How to Measure Protein Purity: Minimum Protein Required from Sample to Result

Proteins are one of the most fundamental molecules in life forms, playing vital biological functions within cells. Therefore, studying the purity and structure of proteins is crucial to understanding the basic principles of life systems. In the field of biological drugs, determining the purity of proteins is critical as it directly impacts the quality and efficacy of the drug.

 

Definition of Protein Purity

Protein purity refers to the proportion of proteins in a sample. The higher the protein purity, the better the quality and efficacy of the drug. Therefore, determining protein purity is a significant step in the research and production process of drugs.

 

Methods for Determining Protein Purity

There are many methods to determine protein purity, including colorimetry, gel electrophoresis, and high-performance liquid chromatography. The following will introduce colorimetry and gel electrophoresis.

 

1. Colorimetry

Colorimetry is a simple, fast, and sensitive method for determining protein purity. It uses the color change caused by the reaction of proteins with certain chemical reagents to measure the protein content. Commonly used reagents include Bradford reagents, colorimetric reagent kits, etc. The steps of colorimetry are as follows:

 

(1) Prepare a Standard Curve: Add different concentrations of protein standards to the test tube, add the colorimetric reagent, mix and measure the absorbance to obtain a standard curve.

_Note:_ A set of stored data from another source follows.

package holonomy

import (
	"fmt"
	"math"
	"math/big"
	"math/cmplx"
	"math/rand/v2"
	"testing"
)

// TestPadeCoefficients checks the [m/m] Padé coefficients against the exact
// rationals b_j/b_0 with b_j = (2m−j)! m! / ((2m)! j! (m−j)!) (Higham, SIAM
// J. Matrix Anal. Appl. 26, 1179 (2005)), computed here in exact
// arithmetic, and the m = 13 integers b_j = (26−j)!/(j!(13−j)!) listed in
// that paper (from memory) against the same formula.
func TestPadeCoefficients(t *testing.T) {
	fact := func(k int) *big.Int { return new(big.Int).MulRange(1, int64(max(k, 1))) }
	for _, m := range padeDegrees {
		for j := 0; j <= m; j++ {
			// b_j/b_0 = (2m−j)! m! / ((2m)! j! (m−j)!) · (2m)!/m! ... with b_0 = 1 here.
			num := new(big.Int).Mul(fact(2*m-j), fact(m))
			den := new(big.Int).Mul(fact(2*m), new(big.Int).Mul(fact(j), fact(m-j)))
			want, _ := new(big.Rat).SetFrac(num, den).Float64()
			got := padeCoef[m][j]
			if math.Abs(got-want) > 1e-15*want {
				t.Errorf("m=%d j=%d: coefficient %.17g, exact %.17g", m, j, got, want)
			}
		}
	}
	published := []int64{64764752532480000, 32382376266240000, 7771770303897600,
		1187353796428800, 129060195264000, 10559470521600, 670442572800,
		33522128640, 1323241920, 40840800, 960960, 16380, 182, 1}
	for j, b := range published {
		f := new(big.Int).Div(fact(26-j), new(big.Int).Mul(fact(j), fact(13-j)))
		if f.Int64() != b {
			t.Errorf("b_%d for m=13: formula %v, published %d", j, f, b)
		}
		want := float64(b) / float64(published[0])
		if got := padeCoef[13][j]; math.Abs(got-want) > 1e-15*want {
			t.Errorf("m=13 j=%d: coefficient %.17g, published ratio %.17g", j, got, want)
		}
	}
}

// expmByEigen returns exp(−i h t) for Hermitian h from its
// eigendecomposition, the reference for the Hermitian tests.
func expmByEigen(h *Mat, tm float64) *Mat {
	n := h.R
	vals := make([]float64, n)
	v := NewMat(n, n)
	NewEigen(n).Factorize(h, vals, v)
	d := NewMat(n, n)
	for i, l := range vals {
		d.Set(i, i, cmplx.Exp(complex(0, -l*tm)))
	}
	t1, out := NewMat(n, n), NewMat(n, n)
	Mul(t1, v, d)
	MulBH(out, t1, v)
	return out
}

// TestExpmHermitian compares exp(−iHt) by Padé scaling and squaring with the
// eigendecomposition, over norms that select every Padé degree and up to
// ten squarings. Both are unitary, so the bound is absolute:
// 1e-13·max(1, ‖Ht‖₁) (the conditioning of exp at a skew-Hermitian matrix
// grows like its norm).
func TestExpmHermitian(t *testing.T) {
	rng := rand.New(rand.NewPCG(21, 22))
	seen := map[int]bool{}
	maxSquare := 0
	for _, n := range []int{1, 2, 3, 4, 6, 9, 16} {
		for _, target := range []float64{1e-3, 0.1, 0.5, 1.5, 4, 20, 3000} {
			h := dynRandHermitian(rng, n, 1)
			a := NewMat(n, n)
			for i, v := range h.Data {
				a.Data[i] = complex(imag(v), -real(v))
			}
			tm := target / norm1Cols(a.Data, n)
			for i := range a.Data {
				a.Data[i] *= complex(tm, 0)
			}
			x := NewExponential(n)
			got := NewMat(n, n)
			x.Exp(got, a)
			seen[x.lastDegree] = true
			maxSquare = max(maxSquare, x.lastSquare)
			want := expmByEigen(h, tm)
			tol := 1e-13 * math.Max(1, target)
			if d := FrobeniusDist(got, want); d > tol {
				t.Errorf("n=%d ‖A‖₁≈%g (m=%d, s=%d): error %g > %g", n, target, x.lastDegree, x.lastSquare, d, tol)
			}
			if u := UnitarityError(got); u > tol {
				t.Errorf("n=%d ‖A‖₁≈%g: unitarity error %g", n, target, u)
			}
			// The Hermitian fast path of Propagator.Step, where it applies.
			if norm := norm1Cols(a.Data, n); norm <= padeTheta[4] {
				b := NewMat(n, n)
				for i, v := range h.Data {
					b.Data[i] = v * complex(tm, 0)
				}
				got2 := NewMat(n, n)
				x.expHermitian(got2.Data, b.Data, norm)
				seen[100+x.lastDegree] = true
				if d := FrobeniusDist(got2, want); d > tol {
					t.Errorf("expHermitian n=%d ‖A‖₁≈%g (m=%d): error %g > %g", n, target, x.lastDegree, d, tol)
				}
			}
		}
	}
	for _, m := range padeDegrees {
		if !seen[m] || !seen[100+m] {
			t.Errorf("Padé degree %d not exercised (Exp %v, expHermitian %v)", m, seen[m], seen[100+m])
		}
	}
	if maxSquare < 8 {
		t.Errorf("at most %d squarings exercised", maxSquare)
	}
}

// TestExpmNilpotent: for strictly upper-triangular N, exp(N) = Σ_{k<n} N^k/k!
// exactly (a finite sum), a non-normal closed form. Entries up to 30 force
// scaling and squaring; the bound is relative to ‖exp N‖.
func TestExpmNilpotent(t *testing.T) {
	rng := rand.New(rand.NewPCG(23, 24))
	for _, n := range []int{2, 3, 4, 6} {
		for _, scale := range []float64{0.01, 0.3, 3, 30} {
			a := NewMat(n, n)
			for i := 0; i < n; i++ {
				for j := i + 1; j < n; j++ {
					a.Set(i, j, complex(scale*rng.NormFloat64(), scale*rng.NormFloat64()))
				}
			}
			want := Identity(n)
			term := Identity(n)
			for k := 1; k < n; k++ {
				next := dynNaiveMul(term, a)
				for i := range next.Data {
					next.Data[i] /= complex(float64(k), 0)
				}
				term = next
				for i := range want.Data {
					want.Data[i] += term.Data[i]
				}
			}
			got := NewMat(n, n)
			Expm(got, a)
			if d := FrobeniusDist(got, want); d > 1e-13*FrobeniusNorm(want) {
				t.Errorf("n=%d scale=%g: relative error %g", n, scale, d/FrobeniusNorm(want))
			}
		}
	}
}

// TestExpm2x2 uses the closed form for a general complex 2×2 matrix,
// exp(A) = e^τ [cosh δ I + (sinh δ/δ)(A − τI)], τ = Tr A/2,
// δ² = ((a−d)/2)² + bc (Cayley–Hamilton), at norms from 1e-3 to 40.
func TestExpm2x2(t *testing.T) {
	rng := rand.New(rand.NewPCG(25, 26))
	for rep := 0; rep < 40; rep++ {
		scale := math.Pow(10, -3+4.6*float64(rep)/39)
		a := dynRandComplex(rng, 2, 2)
		for i := range a.Data {
			a.Data[i] *= complex(scale, 0)
		}
		A, B, C, D := a.Data[0], a.Data[1], a.Data[2], a.Data[3]
		tau := (A + D) / 2
		delta := cmplx.Sqrt((A-D)*(A-D)/4 + B*C)
		ch := cmplx.Cosh(delta)
		sh := complex(1, 0)
		if cmplx.Abs(delta) > 1e-8 {
			sh = cmplx.Sinh(delta) / delta
		} else {
			sh = 1 + delta*delta/6
		}
		e := cmplx.Exp(tau)
		want := NewMatFrom(2, 2, []complex128{
			e * (ch + sh*(A-tau)), e * sh * B,
			e * sh * C, e * (ch + sh*(D-tau)),
		})
		got := NewMat(2, 2)
		Expm(got, a)
		if d := FrobeniusDist(got, want); d > 1e-13*FrobeniusNorm(want)*math.Max(1, scale) {
			t.Errorf("scale %g: relative error %g", scale, d/FrobeniusNorm(want))
		}
	}
}

// TestExpmDiagonalAndScalar: exp of a diagonal complex matrix and of a 1×1
// matrix are element-wise exponentials; dst may alias a.
func TestExpmDiagonalAndScalar(t *testing.T) {
	z := []complex128{-3 + 2i, 0.5 - 40i, 1e-9i, -20}
	a := NewMat(4, 4)
	for i, v := range z {
		a.Set(i, i, v)
	}
	Expm(a, a) // in place
	for i, v := range z {
		want := cmplx.Exp(v)
		if d := cmplx.Abs(a.At(i, i) - want); d > 1e-13*math.Max(1, cmplx.Abs(want))*40 {
			t.Errorf("diag %v: got %v want %v", v, a.At(i, i), want)
		}
	}
	for _, v := range z {
		s := NewMatFrom(1, 1, []complex128{v})
		Expm(s, s)
		if d := cmplx.Abs(s.Data[0] - cmplx.Exp(v)); d > 1e-14*cmplx.Abs(cmplx.Exp(v))*math.Max(1, cmplx.Abs(v)) {
			t.Errorf("1×1 %v: got %v want %v", v, s.Data[0], cmplx.Exp(v))
		}
	}
}

// TestExpmGroupProperty: exp(A)exp(−A) = I for a random non-normal A.
func TestExpmGroupProperty(t *testing.T) {
	rng := rand.New(rand.NewPCG(27, 28))
	for _, n := range []int{3, 5, 8} {
		a := dynRandComplex(rng, n, n)
		m := NewMat(n, n)
		for i, v := range a.Data {
			m.Data[i] = -v
		}
		ea, em, p := NewMat(n, n), NewMat(n, n), NewMat(n, n)
		Expm(ea, a)
		Expm(em, m)
		Mul(p, ea, em)
		if d := FrobeniusDist(p, Identity(n)); d > 1e-11 {
			t.Errorf("n=%d: ‖e^A e^−A − I‖ = %g", n, d)
		}
	}
}

func TestExpmNonFinite(t *testing.T) {
	a := NewMat(3, 3)
	a.Set(0, 1, complex(math.Inf(1), 0))
	Expm(a, a)
	for _, v := range a.Data {
		if !cmplx.IsNaN(v) {
			t.Fatalf("exp of non-finite input gave %v, want NaN", v)
		}
	}
}

func TestExpmAllocs(t *testing.T) {
	rng := rand.New(rand.NewPCG(29, 30))
	for _, n := range []int{2, 4, 7} {
		for _, s := range []float64{0.01, 1, 100} {
			a := dynRandComplex(rng, n, n)
			for i := range a.Data {
				a.Data[i] *= complex(s, 0)
			}
			x := NewExponential(n)
			dst := NewMat(n, n)
			if got := testing.AllocsPerRun(10, func() { x.Exp(dst, a) }); got != 0 {
				t.Errorf("n=%d scale %g: %v allocations", n, s, got)
			}
		}
	}
}

func ExampleExpm() {
	// exp of the nilpotent [[0, 1], [0, 0]] is [[1, 1], [0, 1]].
	a := NewMatFrom(2, 2, []complex128{0, 1, 0, 0})
	e := NewMat(2, 2)
	Expm(e, a)
	fmt.Printf("%.4f %.4f\n%.4f %.4f\n", dynRound4(real(e.At(0, 0))), dynRound4(real(e.At(0, 1))), dynRound4(real(e.At(1, 0))), dynRound4(real(e.At(1, 1))))
	// Output:
	// 1.0000 1.0000
	// 0.0000 1.0000
}
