package holonomy

import (
	"math"
	"testing"
)

// TestSpectrumAdiabaticRatio checks κ = max_{n∉C} ‖P_C ∂H|n⟩‖/(E_C − E_n)²
// on a diagonal H where it has a closed form: H = diag(0, 0, 1, 3) on the
// tripod's levels (computational levels 0 and 1 form the working cluster
// C at E = 0) and ∂H coupling C to level 2 with amplitudes a, b and to
// level 3 with c gives κ = max(√(a² + b²)/1², |c|/3²), whatever basis the
// eigensolver picks inside C; the smallest gap is 1.
func TestSpectrumAdiabaticRatio(t *testing.T) {
	sc := Tripod()
	if len(sc.Computational) != 2 || sc.Computational[0] != 0 || sc.Computational[1] != 1 {
		t.Fatalf("tripod computational levels %v, want [0 1]", sc.Computational)
	}
	sp := NewSpectrum(sc)
	h := NewMat(4, 4)
	h.Set(2, 2, 1)
	h.Set(3, 3, 3)
	sp.Factorize(h)
	if err := sp.ChooseWorking(); err != nil {
		t.Fatal(err)
	}
	if w := sp.Working(); len(w) != 1 || w[0] != [2]int{0, 2} {
		t.Fatalf("working clusters %v, want [[0 2]]", w)
	}
	for _, c := range []struct {
		name    string
		a, b, c complex128
		want    float64
	}{
		{"level 2 dominates", 0.3, 0.4i, 0.9, 0.5},
		{"level 3 dominates", 0.01, 0, 9, 1},
		{"no coupling", 0, 0, 0, 0},
	} {
		t.Run(c.name, func(t *testing.T) {
			dh := NewMat(4, 4)
			for _, e := range []struct {
				i, j int
				v    complex128
			}{{0, 2, c.a}, {1, 2, c.b}, {0, 3, c.c}} {
				dh.Set(e.i, e.j, e.v)
				dh.Set(e.j, e.i, complex(real(e.v), -imag(e.v)))
			}
			kappa, gap := sp.AdiabaticRatio(dh, 1e-12)
			if math.Abs(kappa-c.want) > 1e-12 || math.Abs(gap-1) > 1e-12 {
				t.Errorf("κ = %.15g, gap %.15g; want κ = %g, gap 1", kappa, gap, c.want)
			}
		})
	}
	// A state outside C that is degenerate with C and coupled to it makes
	// κ infinite.
	h.Set(2, 2, 0)
	sp.Factorize(h)
	sp.SetWorking([][2]int{{0, 2}})
	dh := NewMat(4, 4)
	dh.Set(0, 2, 1)
	dh.Set(2, 0, 1)
	if kappa, _ := sp.AdiabaticRatio(dh, 1e-12); !math.IsInf(kappa, 1) {
		t.Errorf("degenerate coupled state: κ = %g, want +Inf", kappa)
	}
}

(2) Take the Sample to be Tested: Add the sample to be tested into the test tube, add the colorimetric reagent, mix and measure the absorbance.

(3) Calculate Protein Content: Calculate the protein content based on the standard curve and the absorbance of the sample to be tested.

 

2. Gel Electrophoresis

Gel electrophoresis is a common method for separating proteins. It can separate proteins by size and charge. Gel electrophoresis can be used to determine the molecular weight and purity of proteins. The steps of gel electrophoresis are as follows:

 

(1) Prepare the Gel: Mix polyacrylamide and crosslinker to make a gel.

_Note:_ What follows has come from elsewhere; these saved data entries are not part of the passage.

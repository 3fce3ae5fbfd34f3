package holonomy

import (
	"fmt"
	"math"
)

// Spectrum is a workspace for the eigendecomposition of H along a path in
// control space and for the adiabaticity ratio between the working states
// and the rest (AdiabaticRatio). It is the one home of that ratio: the
// timing, the verification and the loop check all use it. It does not
// allocate after NewSpectrum.
type Spectrum struct {
	n, k int
	comp []int
	eig  *Eigen
	vals []float64
	v    *Mat // eigenvectors in columns, ascending eigenvalues
	tmp  *Mat
	d    *Mat // V† ∂H V

	// work holds the working clusters as half-open ranges [lo, hi) of
	// sorted eigenvalue indices.
	work  [][2]int
	group [][2]int // scratch for ChooseWorking
	taken []bool
}

// NewSpectrum returns a workspace for the Hamiltonians of s.
func NewSpectrum(s *Scheme) *Spectrum {
	n := s.Dim()
	return &Spectrum{
		n: n, k: len(s.Computational), comp: s.Computational,
		eig:   NewEigen(n),
		vals:  make([]float64, n),
		v:     NewMat(n, n),
		tmp:   NewMat(n, n),
		d:     NewMat(n, n),
		work:  make([][2]int, 0, n),
		group: make([][2]int, 0, n),
		taken: make([]bool, n),
	}
}

// Factorize diagonalises h.
func (sp *Spectrum) Factorize(h *Mat) { sp.eig.Factorize(h, sp.vals, sp.v) }

// Values returns the eigenvalues of the last Factorize in ascending order
// (the workspace's slice; do not modify it).
func (sp *Spectrum) Values() []float64 { return sp.vals }

// Working returns the working clusters as half-open ranges [lo, hi) of
// indices into Values, in ascending order (the workspace's slice).
func (sp *Spectrum) Working() [][2]int { return sp.work }

// SetWorking sets the working clusters, e.g. to follow the clusters chosen
// at one point by their places in the spectrum.
func (sp *Spectrum) SetWorking(w [][2]int) { sp.work = append(sp.work[:0], w...) }

// InEigenbasis returns V†·dh·V for the eigenvectors V of the last
// Factorize, in the workspace (overwritten by the next call).
func (sp *Spectrum) InEigenbasis(dh *Mat) *Mat {
	MulAH(sp.tmp, sp.v, dh)
	Mul(sp.d, sp.tmp, sp.v)
	return sp.d
}

// Tol returns the degeneracy and gap tolerance: 1e-6 × spectral radius,
// the default of the holonomy engine.
func (sp *Spectrum) Tol() float64 {
	return 1e-6 * math.Max(math.Abs(sp.vals[0]), math.Abs(sp.vals[sp.n-1]))
}

// ChooseWorking picks the working clusters at the current point: eigenvalues
// closer than tol are grouped, every group is weighted by the mean weight
// of its eigenvectors on the computational levels, and the heaviest groups
// are taken until they hold k states. It fails when that cannot be done
// with whole groups or when the chosen states have less than half their
// weight on the computational levels.
func (sp *Spectrum) ChooseWorking() error {
	n, tol := sp.n, sp.Tol()
	sp.group = sp.group[:0]
	lo := 0
	for i := 1; i <= n; i++ {
		if i == n || sp.vals[i]-sp.vals[i-1] > tol {
			sp.group = append(sp.group, [2]int{lo, i})
			lo = i
		}
	}
	for i := range sp.taken {
		sp.taken[i] = false
	}
	sp.work = sp.work[:0]
	count := 0
	var wsum float64
	for count < sp.k {
		best, bw := -1, -1.0
		for g, r := range sp.group {
			if sp.taken[g] {
				continue
			}
			if w := sp.weight(r); w > bw {
				best, bw = g, w
			}
		}
		r := sp.group[best]
		if count+r[1]-r[0] > sp.k {
			return fmt.Errorf("the computational levels are degenerate with other states (a group of %d degenerate states where %d are needed): %w", r[1]-r[0], sp.k-count, ErrNoSubspace)
		}
		sp.taken[best] = true
		sp.work = append(sp.work, r)
		count += r[1] - r[0]
		wsum += bw * float64(r[1]-r[0])
	}
	if wsum/float64(sp.k) < 0.5 {
		return fmt.Errorf("the eigenstates closest to the computational levels have only %.2f of their weight on them: %w", wsum/float64(sp.k), ErrNoSubspace)
	}
	// Keep the clusters in ascending order.
	for i := 1; i < len(sp.work); i++ {
		for j := i; j > 0 && sp.work[j][0] < sp.work[j-1][0]; j-- {
			sp.work[j], sp.work[j-1] = sp.work[j-1], sp.work[j]
		}
	}
	return nil
}

// weight returns the mean weight on the computational levels of the
// eigenvectors in r.
func (sp *Spectrum) weight(r [2]int) float64 {
	var w float64
	for i := r[0]; i < r[1]; i++ {
		for _, c := range sp.comp {
			x := sp.v.Data[c*sp.n+i]
			w += real(x)*real(x) + imag(x)*imag(x)
		}
	}
	return w / float64(r[1]-r[0])
}

// AdiabaticRatio returns, for the current eigendecomposition and working
// clusters, the adiabaticity ratio κ = max over working clusters C and states j outside C of
// ‖P_C ∂H|j⟩‖/(E_C − E_j)², and the smallest gap |E_C − E_j|. Couplings
// below thr are treated as zero. When a state j outside C is within the
// degeneracy tolerance of C while coupled to it, κ is +Inf.
func (sp *Spectrum) AdiabaticRatio(dh *Mat, thr float64) (kappa, gap float64) {
	sp.InEigenbasis(dh)
	n, tol := sp.n, sp.Tol()
	gap = math.Inf(1)
	for _, r := range sp.work {
		var ec float64
		for i := r[0]; i < r[1]; i++ {
			ec += sp.vals[i]
		}
		ec /= float64(r[1] - r[0])
		for j := 0; j < n; j++ {
			if j >= r[0] && j < r[1] {
				continue
			}
			de := math.Abs(ec - sp.vals[j])
			if de < gap {
				gap = de
			}
			var num float64
			for m := r[0]; m < r[1]; m++ {
				x := sp.d.Data[m*n+j]
				num += real(x)*real(x) + imag(x)*imag(x)
			}
			num = math.Sqrt(num)
			if num <= thr {
				continue
			}
			if de <= tol {
				kappa = math.Inf(1)
				continue
			}
			if q := num / (de * de); q > kappa {
				kappa = q
			}
		}
	}
	return kappa, gap
}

(2) Load the Sample: Add the sample to be tested to the gel wells.

(3) Electrophoresis: Put the gel into the electrophoresis tank, add electrolyte, and separate proteins by electrifying.

(4) Staining: Stain the gel using silver staining or Coomassie staining.

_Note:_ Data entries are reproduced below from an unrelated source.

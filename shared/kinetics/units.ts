/**
 * Units of time and temperature, and the unit of a rate constant.
 *
 * Stability data arrive in whatever unit the protocol used (minutes for a spectrophotometer run,
 * months for a long-term study), so the engine names a small set of time units, reads the common
 * spellings of each, converts between them with fixed factors, and writes the unit of k for a
 * reaction of order n as valueUnit^(1 − n) / timeUnit (OpenStax Chemistry 2e §12.4 "Integrated Rate
 * Laws"; see docs/methods.md#conventions).
 *
 * Convention for months and years (stated in every method statement):
 * - For converting a number from one unit to another, 1 year = 365.25 d (the Julian year, the
 *   astronomical convention; IAU) and 1 month = 1/12 year = 30.4375 d. A fixed factor keeps
 *   conversions reversible and independent of the calendar.
 * - For turning sampling dates into elapsed time, months and years are counted on the calendar
 *   (15 Jan → 15 Apr = 3 months exactly), because stability pull points are scheduled in calendar
 *   months (common practice); see `shared/intake/elapsed-time.ts`.
 *
 * Throws `KineticsError('invalid-input')` for a unit spelling it cannot read (including the
 * ambiguous "m", which could be minutes or months) and for temperatures below absolute zero.
 *
 * Example: `convertTime(6, 'month', 'd')` is 182.625; `parseTimeUnit('hrs')` is 'h';
 * `rateConstantUnit(2, 'mg/mL', 'h')` is '1/((mg/mL)·h)'.
 */
import { KineticsError } from './numeric/kinetics-error.ts';

/** The time units the engine names, shortest first. */
export const TIME_UNITS = ['s', 'min', 'h', 'd', 'week', 'month', 'year'] as const;
export type TimeUnit = (typeof TIME_UNITS)[number];

/** Days in the Julian year, the fixed year used for unit conversion. */
export const DAYS_PER_YEAR = 365.25;
/** Days in a month for unit conversion: one twelfth of the Julian year. */
export const DAYS_PER_MONTH = DAYS_PER_YEAR / 12;

const SECONDS_PER_DAY = 86_400;

/** Length of each time unit in seconds. */
export const SECONDS_PER_TIME_UNIT: Readonly<Record<TimeUnit, number>> = {
  s: 1,
  min: 60,
  h: 3_600,
  d: SECONDS_PER_DAY,
  week: 7 * SECONDS_PER_DAY,
  month: DAYS_PER_MONTH * SECONDS_PER_DAY,
  year: DAYS_PER_YEAR * SECONDS_PER_DAY,
};

const TIME_UNIT_SPELLINGS: Readonly<Record<string, TimeUnit>> = {
  s: 's',
  sec: 's',
  secs: 's',
  second: 's',
  seconds: 's',
  min: 'min',
  mins: 'min',
  minute: 'min',
  minutes: 'min',
  h: 'h',
  hr: 'h',
  hrs: 'h',
  hour: 'h',
  hours: 'h',
  d: 'd',
  day: 'd',
  days: 'd',
  w: 'week',
  wk: 'week',
  wks: 'week',
  week: 'week',
  weeks: 'week',
  mo: 'month',
  mon: 'month',
  mth: 'month',
  mths: 'month',
  month: 'month',
  months: 'month',
  y: 'year',
  yr: 'year',
  yrs: 'year',
  year: 'year',
  years: 'year',
};

/** Reads a time-unit spelling ("hrs", "Months", "wk"), or returns null when it is not one. */
export function tryParseTimeUnit(text: string): TimeUnit | null {
  const key = text.trim().toLowerCase().replace(/\.$/, '');
  return TIME_UNIT_SPELLINGS[key] ?? null;
}

/** Reads a time-unit spelling; throws `KineticsError('invalid-input')` naming the accepted units. */
export function parseTimeUnit(text: string): TimeUnit {
  const unit = tryParseTimeUnit(text);
  if (unit !== null) return unit;
  const ambiguous = text.trim() === 'm' || text.trim() === 'M';
  throw new KineticsError(
    'invalid-input',
    ambiguous
      ? `Time unit "${text}" is ambiguous (minutes or months?); write "min" or "month".`
      : `Time unit "${text}" is not known; use one of ${TIME_UNITS.join(', ')}.`,
    { unit: text },
  );
}

/** Converts a time (or duration) from one unit to another with the fixed factors above. */
export function convertTime(value: number, from: TimeUnit, to: TimeUnit): number {
  if (from === to) return value;
  return (value * SECONDS_PER_TIME_UNIT[from]) / SECONDS_PER_TIME_UNIT[to];
}

/** Offset between the Celsius and kelvin scales (SI Brochure, 9th ed., §2.3.1). */
export const KELVIN_AT_ZERO_CELSIUS = 273.15;

export type TemperatureUnit = 'C' | 'K';

/**
 * Decimal places kept when kelvin become °C, so 298.15 K reads as 25 °C rather than
 * 25.000000000000004 (binary rounding); far below any thermometer's resolution.
 */
const KELVIN_ROUNDING_DIGITS = 9;

/** Reads "C", "°C", "degC", "celsius", "K", "kelvin"; returns null for anything else. */
export function tryParseTemperatureUnit(text: string): TemperatureUnit | null {
  const key = text
    .trim()
    .toLowerCase()
    .replace(/^°|^deg\s*/, '');
  if (key === 'c' || key === 'celsius') return 'C';
  if (key === 'k' || key === 'kelvin') return 'K';
  return null;
}

/** Converts a temperature to degrees Celsius; throws below absolute zero. */
export function toCelsius(value: number, unit: TemperatureUnit): number {
  const celsius =
    unit === 'K' ? Number((value - KELVIN_AT_ZERO_CELSIUS).toFixed(KELVIN_ROUNDING_DIGITS)) : value;
  if (!Number.isFinite(celsius) || celsius < -KELVIN_AT_ZERO_CELSIUS) {
    throw new KineticsError(
      'invalid-input',
      `Temperature ${value} ${unit === 'K' ? 'K' : '°C'} is below absolute zero.`,
      {
        value,
        unit,
      },
    );
  }
  return celsius;
}

/** Converts degrees Celsius to kelvin; throws below absolute zero. */
export function celsiusToKelvin(celsius: number): number {
  return toCelsius(celsius, 'C') + KELVIN_AT_ZERO_CELSIUS;
}

/** Wraps a compound unit in parentheses so an exponent or divisor applies to all of it. */
function grouped(unit: string): string {
  return /[\s/·*^]/.test(unit.trim()) ? `(${unit.trim()})` : unit.trim();
}

/**
 * Unit of the rate constant of an n-th order law −dC/dt = k·Cⁿ: valueUnit^(1 − n) / timeUnit.
 * Order 0 gives "valueUnit/timeUnit", order 1 "1/timeUnit", order 2 "1/(valueUnit·timeUnit)".
 */
export function rateConstantUnit(order: number, valueUnit: string, timeUnit: string): string {
  const value = grouped(valueUnit);
  const time = grouped(timeUnit);
  const exponent = 1 - order;
  if (exponent === 0) return `1/${time}`;
  if (exponent === 1) return `${value}/${time}`;
  if (exponent === -1) return `1/(${value}·${time})`;
  return `${value}^${exponent}/${time}`;
}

(5) Analysis: Determine the molecular weight and purity of proteins by analyzing the size and color of the gel bands.

 

Minimum Protein Amount Needed from Sample to Result

In determining protein purity, the minimum protein amount needed from the sample to the result is crucial. If the protein content in the sample is too low, it may lead to inaccuracies in the determination result. Therefore, it is necessary to determine the minimum protein amount to ensure the accuracy of the determination results. Determining the minimum protein amount needs to consider the following factors:

 

(1) Determination Method: Different determination methods have different requirements for protein content.

(2) Instrument Sensitivity: Different instruments have different sensitivities and thus require different protein contents.

(3) Sample Type: Different types of samples contain different amounts of proteins, and the minimum protein amount should be determined based on the sample type.

Generally, the minimum protein amount should be around 10% of the protein content in the sample. For example, if the protein content in the sample is 1mg/ml, then the minimum protein amount should be 0.1mg/ml.

 

Determining protein purity is a vital step in the research and production process of biological drugs. Colorimetry and gel electrophoresis are commonly used methods for determining protein purity. In determining protein purity, it is necessary to determine the minimum protein amount from the sample to the result to ensure the accuracy of the determination results.